Statistical analyses
First, population characteristics were provided as means (± SD), median (25–75%) or percentages as appropriate.
Second, (multinomial) logistic regression analyses were performed for the outcomes metabolic syndrome and diabetes status. Associations in model 1 were adjusted for age, sex, waking time, education level, smoking status, alcohol consumption, mobility limitation, CVD history and energy intake. Glucose metabolism was additionally adjusted for body fat percentage. Associations in models 2a, 2b and 2c were additionally adjusted for ST, HPA and CRF, respectively. To examine their relative importance in cardiometabolic outcomes, ST, HPA and CRF were expressed per 1 SD.

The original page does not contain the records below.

import type { Quantity } from '../calc/quantity.ts';
import type { Recorder } from '../calc/recorder.ts';
import { clause } from '../standards/aisc360-22/writer.ts';
import {
  availableMajor,
  ltbRange,
  type MajorSection,
  majorSection,
  type SegmentRange,
} from './major-flexure.ts';
import type { SectionQuantities, SteelQuantities } from './section-quantities.ts';

export type Side = 'top' | 'bottom';

/** Major-axis strength by the flange in compression; both are one but for singly symmetric shapes. */
export interface MajorStrengths {
  readonly top: MajorSection | null;
  readonly bottom: MajorSection | null;
  /** Strength that depends neither on a segment nor on a diagram. */
  readonly fixed: Quantity | null;
  /** The range of an unbraced length that is stated for the whole member. */
  readonly range: SegmentRange | null;
  readonly sided: boolean;
}

/** Member lines of major-axis flexure for the flanges that some combination compresses. */
export function majorStrengths(
  r: Recorder,
  steel: SteelQuantities,
  section: SectionQuantities,
  longest: Quantity | null,
  phib: Quantity,
): MajorStrengths {
  if (section.kind !== 'mono-i') {
    const both = majorSection(r, steel, section, 'top', longest, phib);
    return { top: both, bottom: both, fixed: null, range: null, sided: false };
  }
  const side = (compressed: Side): MajorSection | null => {
    const rs = r.within(compressed);
    rs.section('F', `The ${compressed} flange in compression`, clause('F1'));
    return majorSection(rs, steel, section, compressed, longest, phib);
  };
  return { top: side('top'), bottom: side('bottom'), fixed: null, range: null, sided: true };
}

/**
 * Available strength of one segment for the flanges that its moments compress; the lower of both
 * where they compress both. `Cb` is asked for only where lateral-torsional buckling needs it and
 * may answer null, after a notice, where that buckling cannot be checked.
 */
export function segmentStrength(
  r: Recorder,
  design: 'LRFD' | 'ASD',
  major: MajorStrengths,
  sides: readonly Side[],
  Lb: Quantity,
  Cb: () => Quantity | null,
): Quantity | null {
  let factor: Quantity | null | undefined;
  const strengths = sides.map((side) => {
    const m = major[side];
    if (!m) return null;
    const rs = major.sided ? r.within(side) : r;
    const range = major.range ?? ltbRange(rs, m, Lb);
    if (range.needsCb && factor === undefined) factor = Cb();
    if (range.needsCb && !factor) return null;
    rs.section(
      'F',
      `Major-axis flexural strength${major.sided ? `, ${side} flange in compression` : ''}`,
      clause(m.clause),
    );
    return availableMajor(rs, design, m, range, factor ?? null);
  });
  if (strengths.some((s) => s === null)) return null;
  const found = strengths.filter((s) => s !== null);
  const [only] = found;
  if (found.length <= 1) return only ?? null;
  return r.governing('F1/x/Mc', 'min', found, {
    title: 'Available flexural strength for moments of both signs',
    symbol: 'Mcx',
    clause: clause('F1'),
  });
}

/** The range of an unbraced length stated for the whole member, once for all combinations. */
export function withStatedLength(
  r: Recorder,
  major: MajorStrengths,
  Lb: Quantity | null,
): MajorStrengths {
  if (major.sided || !major.top || !Lb) return major;
  return { ...major, range: ltbRange(r, major.top, Lb) };
}

/** The strength where it is the same under every combination: Cb given, or not needed. */
export function fixedStrength(
  r: Recorder,
  design: 'LRFD' | 'ASD',
  major: MajorStrengths,
  Cb: Quantity | null,
): MajorStrengths {
  const { top, range } = major;
  if (!top || !range || (range.needsCb && !Cb)) return major;
  return { ...major, fixed: availableMajor(r, design, top, range, Cb) };
}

Third, combined associations of ST–CRF and HPA–CRF with the metabolic syndrome and diabetes status were analysed. For this, CRF was categorised into tertiles (CRFlow, CRFmedium and CRFhigh) based on sex and age (40–49, 50–59, 60–69 and >70 years). CRF values for each age- and sex-specific tertiles are provided in electronic supplemental material (ESM) Table 1. Further, proportions of daily ST and HPA were categorised into sex-specific tertiles (SThigh STmedium and STlow and HPAlow, HPAmedium, and HPAhigh, respectively). For men, tertile cut points were 59% and 67% for ST and 1.0% and 2.3% for HPA. For women, tertile cut points were 52% and 60% for ST and 1.9% and 3.3% for HPA. Tertiles of CRF and HPA and tertiles of CRF and ST were combined into nine subgroups. For each subgroup, the odds for the metabolic syndrome and prediabetes and type 2 diabetes were calculated. These analyses were adjusted for the same covariates as described in model 1 above.

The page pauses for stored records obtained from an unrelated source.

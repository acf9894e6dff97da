import type { Quantity } from '../calc/quantity.ts';
import type { Recorder } from '../calc/recorder.ts';
import type { ClassWithLimits } from '../standards/aisc360-22/b4-flexure.ts';
import {
  compressionFlangeRadius,
  F4_LTB,
  type FlangedSection,
  flangeLocalBucklingF4,
  flangeYieldingF4,
  ltbLimitsF4,
  ltbStrengthF4,
} from '../standards/aisc360-22/f4.ts';
import {
  F5_LTB,
  flangeLocalBucklingF5,
  flangeYieldingF5,
  ltbLimitsF5,
  ltbStrengthF5,
  reductionFactor,
} from '../standards/aisc360-22/f5.ts';
import { slenderWebWithin } from '../standards/aisc360-22/f13.ts';
import type { MajorSection } from './major-section.ts';

interface Classes {
  readonly flange: ClassWithLimits;
  readonly web: ClassWithLimits;
}

const present = (...strengths: readonly (Quantity | null)[]): readonly Quantity[] =>
  strengths.filter((q) => q !== null);

/** F4: doubly symmetric with a noncompact web, singly symmetric with a compact or noncompact web. */
export function compactOrNoncompactWeb(
  r: Recorder,
  q: FlangedSection,
  { flange, web }: Classes,
  FL: Quantity,
  kc: Quantity | null,
  longest: Quantity | null,
  phib: Quantity,
): MajorSection {
  const yielding = flangeYieldingF4(r, q, web);
  const limits = ltbLimitsF4(r, q, FL, yielding.withoutJ, longest);
  const FLB = flangeLocalBucklingF4(r, q, FL, kc, yielding, flange);
  return {
    Mp: yielding.Mp,
    phib,
    clause: 'F4',
    key: 'F4/Mn',
    yielding: yielding.CFY,
    others: present(FLB, yielding.TFY),
    ltb: {
      words: F4_LTB,
      limits,
      strength: (w, segment) => ltbStrengthF4(w, q, FL, limits, yielding, segment),
    },
  };
}

/** F5: slender web; null after an outside-scope notice, beyond the proportions of F13.2. */
export function slenderWeb(
  r: Recorder,
  q: FlangedSection & { readonly h: Quantity },
  { flange }: Classes,
  kc: Quantity | null,
  longest: Quantity | null,
  phib: Quantity,
): MajorSection | null {
  const { aw, rt } = compressionFlangeRadius(r, 'F5', q);
  if (!slenderWebWithin(r, { ...q, aw })) return null;
  const Rpg = reductionFactor(r, 'F5', { ...q, aw, lambda: q.lambdahc });
  const { CFY, TFY } = flangeYieldingF5(r, q, Rpg);
  const limits = ltbLimitsF5(r, q, rt, longest);
  const FLB = flangeLocalBucklingF5(r, q, Rpg, kc, flange);
  return {
    Mp: CFY,
    phib,
    clause: 'F5',
    key: 'F5/Mn',
    yielding: CFY,
    others: present(FLB, TFY),
    ltb: {
      words: F5_LTB,
      limits,
      strength: (w, segment) => ltbStrengthF5(w, q, { rt, Rpg, limits }, segment),
    },
  };
}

Fourth, in additional analyses, linear regression analyses were performed to assess the independent association of ST, HPA and CRF with individual cardiometabolic outcome measures. Adjustments were similar to those for model 1 (described above), with the addition of antihypertensive and lipid-modifying medication use.

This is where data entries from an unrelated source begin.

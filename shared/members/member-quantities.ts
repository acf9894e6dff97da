import type { Quantity } from '../calc/quantity.ts';
import type { Recorder } from '../calc/recorder.ts';
import { alignmentK, bucklingLength } from '../standards/aisc360-22/alignment-chart.ts';
import { e2Formulas } from '../standards/aisc360-22/e2.ts';
import { clause } from '../standards/aisc360-22/writer.ts';
import { holds, holdsLaterally, holdsTwist, offsetFlange } from './geometry.ts';
import type { GivenLengths } from './member-lines.ts';
import type { ResolvedMember, ResolvedRestraint } from './resolved.ts';
import { type Bay, bayLines, type Places } from './restraint-lines.ts';
import type { SectionQuantities } from './section-quantities.ts';

/** Lengths of the member with its bays and places. */
export interface MemberQuantities {
  readonly L: Quantity;
  readonly Lcx: Quantity | null;
  readonly Lcy: Quantity | null;
  readonly Lcz: Quantity | null;
  /** Given for every segment; null: it follows from the restraints. */
  readonly Lb: Quantity | null;
  readonly bays: Readonly<Record<'x' | 'y', readonly Bay[]>>;
  readonly places: Places;
  /** Lateral restraint at one flange without twist (E4(d)): its distance from the shear centre. */
  readonly offset: Quantity | null;
}

const WORDS = { x: 'about the major axis', y: 'about the minor axis', z: 'in torsion' } as const;
const SYMBOLS = { x: 'Lcx', y: 'Lcy', z: 'Lcz' } as const;

/** Buckling lengths as given, or from bays between restraints and from alignment charts (K L). */
export function memberQuantities(
  r: Recorder,
  member: ResolvedMember,
  given: GivenLengths,
  places: Places,
  section: SectionQuantities | null,
  compressed: boolean,
): MemberQuantities {
  const { L } = given;
  if (member.restraints?.length || member.charts.x || member.charts.y)
    r.section('E2', 'Lengths between points that are held', clause('E2'));
  const bays = {
    x: bayLines(r, member, 'x', L, places),
    y: bayLines(r, member, 'y', L, places),
  };
  const offset = compressed ? offsetRestraint(r, member, section) : null;
  /** Bays that buckle: a restraint off the shear centre counts where the clauses know it. */
  const bucklingBays = (about: 'x' | 'y' | 'z'): readonly Bay[] => {
    if (about === 'x') return bays.x;
    if (about === 'z') return bayLines(r, member, 'z', L, places);
    const counts = (one: ResolvedRestraint) =>
      holdsLaterally(one) && (offset !== null || one.holds.has('centre') || holdsTwist(one));
    const all = member.restraints ?? [];
    if (all.every((one) => counts(one) === holds(one, 'y'))) return bays.y;
    r.notice(
      'E2/y/left-out',
      'note',
      'offset-restraints-left-out',
      'Restraints at one flange that leave the member free to twist are left out of its buckling lengths, on the safe side.',
      { title: 'Restraints at one flange', clause: clause('E4') },
    );
    return bayLines(r, member, 'y', L, places, 'E2/Lcy', counts);
  };
  const length = (about: 'x' | 'y' | 'z'): Quantity | null => {
    const symbol = SYMBOLS[about];
    const stated = given[symbol];
    const chart = about === 'z' ? null : member.charts[about];
    if (stated || !compressed) return stated;
    if (!member.restraints && !chart) return null;
    const longest = longestBay(r, about, bucklingBays(about), chart ? 'Lbay' : symbol);
    if (!chart || about === 'z') return longest;
    const stiffness = (end: 'GA' | 'GB') =>
      r.given(`given/${about}/${end}`, end, 'none', chart[end], {
        title: `Stiffness ratio of the joint at end ${end[1]}, bending ${WORDS[about]}`,
      });
    const K = alignmentK(r, `App7/${about}`, chart.sidesway, stiffness('GA'), stiffness('GB'));
    return K && bucklingLength(r, `App7/${about}`, K, longest);
  };
  return {
    ...{ L, Lb: given.Lb, bays, places, offset },
    ...{ Lcx: length('x'), Lcy: length('y'), Lcz: length('z') },
  };
}

const longestBay = (
  r: Recorder,
  about: 'x' | 'y' | 'z',
  bays: readonly Bay[],
  symbol: string,
): Quantity =>
  r.governing(
    `E2/${SYMBOLS[about]}`,
    'max',
    bays.map((bay) => bay.L1),
    { title: `Buckling length ${WORDS[about]}: the longest bay`, symbol, clause: clause('E2') },
  );

/**
 * The distance of lateral restraints at one flange from the shear centre, where they leave the
 * member free to twist: E4(d) for doubly symmetric I-shapes, E4(f) for closed ones. null for shapes
 * whose twist about a restraint the book does not have, and where both flanges are held in turn.
 */
function offsetRestraint(
  r: Recorder,
  member: ResolvedMember,
  section: SectionQuantities | null,
): Quantity | null {
  const flange = offsetFlange(member);
  if (!flange || flange === 'both' || !section) return null;
  const d = depthOf(section);
  return d && r.formula(e2Formulas.offset, 'E4/ya', { d });
}

function depthOf(section: SectionQuantities): Quantity | null {
  switch (section.kind) {
    case 'i':
    case 'box':
      return section.d;
    case 'rect-hss':
      return section.Ht;
    case 'round':
      return section.D;
    default:
      return null;
  }
}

Fifth, the combined effects of ST–CRF and HPA–CRF on individual markers of cardiometabolic health were examined by calculating adjusted means for all subgroups of ST–CRF and HPA–CRF using general linear models. The adjusted means of subgroups based on CRF and HPA were additionally adjusted for ST. The adjusted means of subgroups based on CRF and ST were additionally adjusted for HPA.
In all analyses men and women were analysed together, as no interaction effect of sex was observed. In sensitivity analyses, all analyses were repeated after excluding participants with mobility limitations (n = 341).